Page MenuHomePhabricator

Detail codfw snapshot/dataset requirements
Closed, DuplicatePublic

Description

This hardware-request will detail out the requirements for the dataset and snapshot cluster in codfw. This is a migration of ticket https://rt.wikimedia.org/Ticket/Display.html?id=7612. That old ticket has outdated specification details (That I'll paste in below).

Once the determination on what kind of hardware is needed for each system, we'll update this task summary with those details.

Event Timeline

RobH claimed this task.
RobH raised the priority of this task from to Medium.
RobH updated the task description. (Show Details)
RobH added a project: hardware-requests.
RobH added subscribers: RobH, ArielGlenn.
Restricted Application added a subscriber: Aklapper. · View Herald Transcript

Below is a copy from my old email entry in the RT ticket:

We need to replace the snapshot and dataset infrastructure from Tampa for CODFW. All the hardware was out of warranty and thus either sold off/decommissioned.

I've listed off the following servers so Ariel can comment on what each is used for and any relevant upgrades that would help. I've listed the names of the ones in EQIAD, but we'll just be using the same names in ULSFO with the 2000 range of numerals.

dataset1001
single server
dual Intel Xeon(R) CPU X5650 @ 2.67GHz
164GB
12 2TB disks
md1200 array
12 2TB disks
Upgrade note: I'd have our system vendor update the disks to possibly 3TB disks. Also upgrade the CPU and memory to whatever the highest amount for a good price point rests at.

snapshot1001
R815
Quad cpu amd 6134 2.3 opteron
64GB memory
Upgrade Notes: move to newer platform, keep 4 cpu, up memory per cpu if possible for price point

snapshot1002
R410
dual Intel(R) Xeon(R) CPU E5645 @ 2.40GHz
12GB memory
upgrade note: this should just change to use our high performance misc server spec, dual cpu 8 cores each 64GB RAM dual sata disks for OS.

snapshot1003
R410
same as snapshot1002

snapshot1004
R410
same as snapshot1002

Ariel: If this seems correct to you, please reply with such. I'll get the different specs quoted out.

Assigning to Ariel for overall input and detailing of the requirements for a snapshot/dataset cluster host in codfw.

Keep in mind we'll have to order new, and we'll update the specification above. (Since they are old, memory will be cheaper and thus likely bump upwards, etc...)

@ArielGlenn: Please detail how many snapshot and dataset hosts needed for codfw to replicate eqiad. Also note if snapshot/dataset hosts are planned to be duplicated in codfw. (If they are not, this task can be declined.)

Once I have basic details on what is needed, I'll link sub-tasks off this in procurement for quoting.

It's not going to be straight up duplication. There are two things at play here:

  1. I want to get rid of nfs when we deploy in codfw.

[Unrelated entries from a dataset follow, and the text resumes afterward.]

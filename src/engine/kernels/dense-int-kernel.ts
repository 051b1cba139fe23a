import { EMPTY, unlessMemoryRefused, Workspaces, type Workspace } from './wasm.js'
import type { KernelsUsing } from './signatures.js'
import { GlauberTable } from './glauber-table.js'

/**
 * WebAssembly SIMD128 fast path of the dense network for integer couplings (kernel text:
 * scripts/gen-kernels.ts): Hebbian couplings on 0/1 neurons, or diluted with a survivor
 * scale that is an integer, are integers of at most P·scale in magnitude.
 *
 * ## Why this shape
 * Stored as int16 the columns take a quarter of the float64 bytes, a change adds a column to
 * int32 fields eight lanes at a time, and a field build is one `i32x4.dot_i16x8_s` per eight
 * couplings. Every sum is an exact integer, as are the plain path's float64 sums of the same
 * integer-valued terms, so the fields, and with them every decision and measure, are the same
 * (a zero field may come out as +0 where the plain path has −0; no result can tell them apart).
 * The network checks eligibility: integer couplings within int16, bias integer, and
 * |bias| + N·max|J| < 2^31 so that no int32 field can overflow.
 *
 * Memory as in the other kernels: matrices under 1 MiB share an instance and are copied in
 * when another network used it last; larger ones own an instance holding the only copy.
 */
type DenseIntExports = KernelsUsing<'dense16Load' | 'dense16Set' | 'dense16Sweep' | 'dense16Glauber' | 'dense16Sync' | 'dense16GlauberSync'>

const workspaces = new Workspaces<DenseIntExports>('dense', 1024 * 1024)

/** Moves the shared/private boundary (tests use it to exercise private instances on small networks). */
export function setDenseIntPrivateBytes (bytes: number): void {
  workspaces.privateBytes = bytes
}

let nextId = 1
const align16 = (x: number): number => (x + 15) & ~15
const INT16_MAX = 32767

/**
 * When the couplings and bias can run on the int16 kernel with exact int32 fields, the bound
 * |bias| + N·max|J| on every field; null otherwise.
 */
export function integerFieldBound (couplings: Float64Array, bias: Float64Array, n: number): number | null {
  let maxJ = 0
  for (let k = 0; k < couplings.length; k++) {
    const x = couplings[k]!
    if (!Number.isInteger(x)) return null
    const a = Math.abs(x)
    if (a > maxJ) {
      if (a > INT16_MAX) return null
      maxJ = a
    }
  }
  let maxBias = 0
  for (let i = 0; i < n; i++) {
    const b = bias[i]!
    if (!Number.isInteger(b)) return null
    maxBias = Math.max(maxBias, Math.abs(b))
  }
  const bound = maxBias + n * maxJ
  return bound < 2 ** 31 ? bound : null
}

export class DenseIntKernel {
  readonly name = 'wasm-simd128-dense-i16'
  /** int16 columns, padded to `stride` entries: the network's own copy, or a view into a private memory. */
  readonly columns: Int16Array
  private readonly ws: Workspace<DenseIntExports>
  private readonly isPrivate: boolean
  private readonly id = nextId++
  private readonly n: number
  private readonly stride: number
  private readonly rowsAreColumns: number
  private readonly bias: Int32Array
  private readonly colsAt = 0
  private readonly biasAt: number
  private readonly hAt: number
  private readonly s16At: number
  private readonly sAt: number
  private readonly nextAt: number
  private readonly prevAt: number
  private readonly orderAt: number
  private readonly noiseAt: number
  private readonly end: number
  /** Glauber's 1 + exp(factor·h) over the integer fields, after the layout (memory reserved on first use). */
  private readonly table: GlauberTable
  private buffer: ArrayBuffer | null = null
  private h32: Int32Array = EMPTY.i32
  private s8: Int8Array = EMPTY.i8
  private prev8: Int8Array = EMPTY.i8
  private order32: Int32Array = EMPTY.i32
  private noise64: Float64Array = EMPTY.f64

  /**
   * `couplings` row-major (J_ij at i·n + j). A matrix symmetric bit for bit (`symmetric`)
   * serves as its own columns and builds fields by row dot products; otherwise the columns
   * are written transposed. Null without WebAssembly SIMD or memory.
   */
  static create (couplings: Float64Array, bias: Float64Array, n: number, symmetric: boolean, fieldBound: number): DenseIntKernel | null {
    const stride = (n + 7) & ~7
    if (2 * n * stride + 32 * stride > 3.5 * 2 ** 30) return null
    const ws = workspaces.for(2 * n * stride)
    return ws === null ? null : unlessMemoryRefused(() => new DenseIntKernel(ws, couplings, bias, n, stride, symmetric, fieldBound))
  }

  private constructor (ws: Workspace<DenseIntExports>, couplings: Float64Array, bias: Float64Array, n: number, stride: number, symmetric: boolean, fieldBound: number) {
    this.ws = ws
    this.n = n
    this.stride = stride
    this.rowsAreColumns = symmetric ? 1 : 0
    this.isPrivate = ws.isPrivate
    this.biasAt = align16(2 * n * stride)
    this.hAt = align16(this.biasAt + 4 * stride)
    this.s16At = align16(this.hAt + 4 * stride)
    this.sAt = align16(this.s16At + 2 * stride)
    this.nextAt = align16(this.sAt + n)
    this.prevAt = align16(this.nextAt + n)
    this.orderAt = align16(this.prevAt + n)
    this.noiseAt = align16(this.orderAt + 4 * n)
    this.end = this.noiseAt + 8 * n
    this.table = new GlauberTable(align16(this.end), fieldBound)
    // A private memory never grows after this (`columns` is a view into it): the Glauber
    // table's room is reserved now; a shared one grows on first thermal use.
    ws.reserve(this.isPrivate ? this.table.at + this.table.bytes : this.end)
    this.bias = new Int32Array(stride)
    this.bias.set(bias)
    this.columns = this.isPrivate ? new Int16Array(ws.buffer, this.colsAt, n * stride) : new Int16Array(n * stride)
    const cols = this.columns
    if (symmetric) {
      for (let j = 0; j < n; j++) cols.set(couplings.subarray(j * n, (j + 1) * n), j * stride)
    } else {
      for (let i = 0; i < n; i++) {
        for (let j = 0; j < n; j++) cols[j * stride + i] = couplings[i * n + j]!
      }
    }
    if (this.isPrivate) new Int32Array(ws.buffer, this.biasAt, stride).set(this.bias)
    ws.residentId = this.isPrivate ? this.id : 0
  }

  /** h = bias + J s. */
  load (state: Int8Array, h: Float64Array): void {
    const k = this.enter()
    this.s8.set(state)
    k.dense16Load(this.colsAt, this.biasAt, this.sAt, this.s16At, this.hAt, this.n, this.stride, this.rowsAreColumns)
    h.set(this.h32.subarray(0, this.n))
  }

  /** s_j ← v with the fields updated (the per-neuron API). */
  set (state: Int8Array, h: Float64Array, j: number, v: number): void {
    const delta = v - state[j]!
    if (delta === 0) return
    const k = this.enter()
    this.h32.set(h)
    k.dense16Set(this.colsAt, this.hAt, this.stride, j, delta)
    state[j] = v
    h.set(this.h32.subarray(0, this.n))
  }

  sweep (state: Int8Array, h: Float64Array, order: Int32Array): boolean {
    const k = this.enter()
    this.pass(state, h)
    this.order32.set(order)
    const changed = k.dense16Sweep(this.colsAt, this.sAt, this.hAt, this.orderAt, this.n, this.stride)
    this.leave(state, h)
    return changed !== 0
  }

  glauber (state: Int8Array, h: Float64Array, order: Int32Array, noise: Float64Array, factor: number): void {
    const k = this.enterThermal()
    const half = this.table.prepare(this.ws.buffer, factor)
    this.pass(state, h)
    this.order32.set(order)
    this.noise64.set(noise.subarray(0, this.n))
    k.dense16Glauber(this.colsAt, this.sAt, this.hAt, this.orderAt, this.noiseAt, this.n, this.stride, factor, this.table.at, half)
    this.leave(state, h)
  }

  /** 0 changed, 1 fixed point (nothing written back), 2 two-cycle. */
  sync (state: Int8Array, h: Float64Array, previous: Int8Array, check: boolean): number {
    const k = this.enter()
    this.pass(state, h)
    this.prev8.set(previous)
    const outcome = k.dense16Sync(this.colsAt, this.biasAt, this.sAt, this.s16At, this.hAt, this.nextAt, this.prevAt, this.n, this.stride, check ? 1 : 0, this.rowsAreColumns)
    if (outcome !== 1) {
      previous.set(this.prev8)
      this.leave(state, h)
    }
    return outcome
  }

  glauberSync (state: Int8Array, h: Float64Array, noise: Float64Array, factor: number): void {
    const k = this.enterThermal()
    const half = this.table.prepare(this.ws.buffer, factor)
    this.pass(state, h)
    this.noise64.set(noise.subarray(0, this.n))
    k.dense16GlauberSync(this.colsAt, this.biasAt, this.sAt, this.s16At, this.hAt, this.nextAt, this.noiseAt, this.n, this.stride, factor, this.rowsAreColumns, this.table.at, half)
    this.leave(state, h)
  }

  /** Enters with room for the Glauber table. */
  private enterThermal (): DenseIntExports {
    this.ws.reserve(this.table.at + this.table.bytes)
    return this.enter()
  }

  private enter (): DenseIntExports {
    const ws = this.ws
    ws.reserve(this.end)
    const buffer = ws.buffer
    if (buffer !== this.buffer) {
      this.buffer = buffer
      this.h32 = new Int32Array(buffer, this.hAt, this.stride)
      this.s8 = new Int8Array(buffer, this.sAt, this.n)
      this.prev8 = new Int8Array(buffer, this.prevAt, this.n)
      this.order32 = new Int32Array(buffer, this.orderAt, this.n)
      this.noise64 = new Float64Array(buffer, this.noiseAt, this.n)
    }
    if (ws.residentId !== this.id) {
      this.table.invalidate()
      new Int16Array(buffer, this.colsAt, this.columns.length).set(this.columns)
      new Int32Array(buffer, this.biasAt, this.stride).set(this.bias)
      ws.residentId = this.id
    }
    return ws.k
  }

  private pass (state: Int8Array, h: Float64Array): void {
    this.s8.set(state)
    this.h32.set(h)
  }

  private leave (state: Int8Array, h: Float64Array): void {
    state.set(this.s8)
    h.set(this.h32.subarray(0, this.n))
  }
}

If this seems like it's too hard to do soon or that it should wait for Dumps 2.0 (tm) which obviously won't happen overnight, then we can skip this for now but have it in the back of our minds.
  2. We need a little more capacity in eqiad (see ticket: T118154) and so I'd like to duplicate the setup when we have the added capacity. Oh and I Just remembered,
  3. We have a spare dataset (ms1001) in eqiad; obviously we do not need two datasets in codfw.
ArielGlenn set Security to None.
ArielGlenn moved this task from Backlog to Active on the Dumps-Generation board.

So @RobH can you have a look at the eqiad hw ticket and let's hash that out first? Then we can use that as the basis for hw in codfw with whatever adjustments.